REVIEW: BLOOD KIN / AUTHOR: STEVE RASNIC TEM / PUBLISHER: SOLARIS / RELEASE DATE: OUT NOW
Michael Gibson has returned to his Virginia home and now looks after his elderly grandmother, Sadie. Weak as she is, Sadie has a story she must tell her grandson; a recounting of her life in the 1930s, a tale of ghosts, empathic powers, and a sinister snake-handling uncle. As Sadie’s story is told, Michael feels himself drawn in by her words, and begins to understand how her past is important to his future.
Like Michael, anyone reading Blood Kin will also find themselves fascinated with Sadie’s story. Hers is a world of the Southern Gothic, where everyone in the small town nestled in a valley knows each other – chances are, they’re all related in some way. Being a young girl about to enter adolescence, Sadie attracts unwanted attention from various men (including her own father), but it’s her uncle, the preacher, who is the greatest terror. He seems more demon than Man of God, surrounded in an aura that demands fear and respect from all; he can also sense Sadie’s burgeoning powers, and appears to want them for his own foul purposes.

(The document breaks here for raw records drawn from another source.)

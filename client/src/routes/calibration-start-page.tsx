import { useQuery } from '@tanstack/react-query';
import { Navigate } from 'react-router-dom';
import { UnknownAddress } from '../components/layout/unknown-address.tsx';
import { Answer } from '../components/ui/answer.tsx';
import { probeToCalibrate } from '../features/calibrations/api.ts';
import { StartRun } from '../features/calibrations/components/start-run.tsx';
import { useSession } from '../features/sessions/session-context.ts';
import { idOf, useAddressFilters } from '../lib/use-address-filters.ts';
import { paths } from '../paths.ts';

/** Begin a run of the probe that the address names. */
export default function CalibrationStartPage() {
  const { user } = useSession();
  const probeId = idOf(useAddressFilters().read('probeId'));
  const query = useQuery({ ...probeToCalibrate(probeId ?? 0), enabled: probeId !== undefined });
  if (probeId === undefined) return <Navigate replace to={paths.calibrations.to()} />;
  return (
    <Answer query={query} what="the probe" missing={<UnknownAddress home={paths.calibrations.to()} />}>
      {(probe) => <StartRun key={probe.id} probe={probe} userId={user.id} />}
    </Answer>
  );
}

Steve Rasnic Tem’s writing is sublime. The Southern-style dialogue and narration border on the lyrical, and it’s worth reading some passages out loud just to roll the tongue around the words. An atmosphere of unease permeates Sadie’s history, brilliantly evoking the fear and worry of her everyday existence; the threat of violence is extremely unsettling, filling even the most mundane encounters with suspense.
The first half of the book creates the atmosphere and builds the tension slowly but surely, also introducing us to a potential threat in the present. Just what is it that lurks in an iron-bound crate buried deep under Kudzu vine, and why is that vine now growing at an impossible rate, threatening to engulf everything? We find out, of course, but it’s layered very gradually until the final third of the book, which will have the reader turning pages until the very end. Based on what has gone before, the finale feels like it’s over too quickly, but we’re ultimately left with the satisfaction of having read a well-written and gripping novel.